Reading binary files in C++

I learned how to read binary files in C++ today. My function (which creates an MD5 hash of a file) ended up looking a little different to the example that I learned from:

  const int BUFFER_SIZE = 1024;

  int length;
  char buffer[ BUFFER_SIZE ];

  MD5_CTX ctx;
  MD5Init( &ctx );

  ifstream is( path.c_str(), ios::binary );

  while ( is.good() ) {

    is.read( (char *)buffer, BUFFER_SIZE );

    streamsize count = is.gcount();

    MD5Update( &ctx, (unsigned char *)buffer, count );

  }

  if ( is.eof() ) {

    // it's ok, we're at the end of the file

  }
  else if ( is.bad() ) {

    // bad bit is set
    cout << "Bad bit is set while reading '" << path << "'." << endl;

    cout << strerror( errno ) << endl;

    exit ( 1 );

  }
  else if ( is.fail() ) {

    cout << "Fail bit is set while reading '" << path << "'." << endl;

    cout << strerror( errno ) << endl;

    exit( 1 );

  }

  is.close();

File names on Windows

I’ve been reading up on file names in Windows because I’m having a problem with my C++ code processing a file with an odd TM character in the file name. I’m not sure why, but it seems that file names returned by the POSIX readdir function don’t necessarily exist when then given to ifstream.open, or some weird character encoding thing is going on. Hopefully I get to the bottom of it. It’s a complete fluke that I actually had a file this failed on available and did testing on it, lucky I guess.

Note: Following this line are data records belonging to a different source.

import { z } from "zod";
import { checkStep } from "../check/check";
import { toLatex } from "../print/latex";
import type { CheckRequest } from "../check/protocol";

const latex = z.string().max(20_000);

export const checkContextSchema = z.object({
  symbols: z.record(z.string().max(200), z.string().max(200).nullable()).optional(),
  functions: z.record(z.string().max(200), z.array(z.string().max(200)).max(8)).optional(),
  definitions: z.array(latex).max(200).optional(),
  assumptions: z.array(latex).max(200).optional(),
  parameter: z.string().max(200).optional(),
  coordinates: z.array(z.string().max(200)).max(8).optional(),
}).strict();

const justificationSchema = z.discriminatedUnion("kind", [
  z.object({ kind: z.literal("algebra") }).strict(),
  z.object({ kind: z.literal("substitute"), relations: z.array(latex).min(1).max(50) }).strict(),
  z.object({ kind: z.literal("differentiate"), by: z.string().min(1).max(200) }).strict(),
  z.object({ kind: z.literal("euler-lagrange"), coordinate: z.string().min(1).max(200), parameter: z.string().max(200).optional() }).strict(),
  z.object({ kind: z.literal("limit"), symbol: z.string().min(1).max(200), to: z.string().min(1).max(200) }).strict(),
  z.object({ kind: z.literal("definition") }).strict(),
]);

/** The `check` request, exactly the wire type {@link CheckRequest}. */
export const checkRequestSchema = z.object({
  context: checkContextSchema,
  from: latex,
  to: latex.min(1),
  justification: justificationSchema.optional(),
  syntax: z.enum(["latex", "plain"]).optional(),
}).strict();

/**
 * The `check` verb: one step's verdict.
 *
 * @example
 * runCheck({ context: {}, from: "(a+b)^2", to: "a^2+2ab+b^2" }) // { verdict: "verified", … }
 */
export function runCheck(input: z.infer<typeof checkRequestSchema>) {
  return checkStep(input as CheckRequest, undefined, (s) => toLatex(s));
}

I did some more reading and discovered that there are ‘wide character’ versions of the file functions for Windows that use UTF-16 encoded strings rather than ‘code page’ encoded strings, I guess. Anyway, I don’t think I’m going to bother with such things, if the file can’t be opened because it has a weird character in it then I’ll just fail with an error message and the user can look at fixing it. This program is only being “developed and tested” in Windows, there are no plans to actually run it on Windows, it will run on Linux, which won’t have this weird character encoding issue.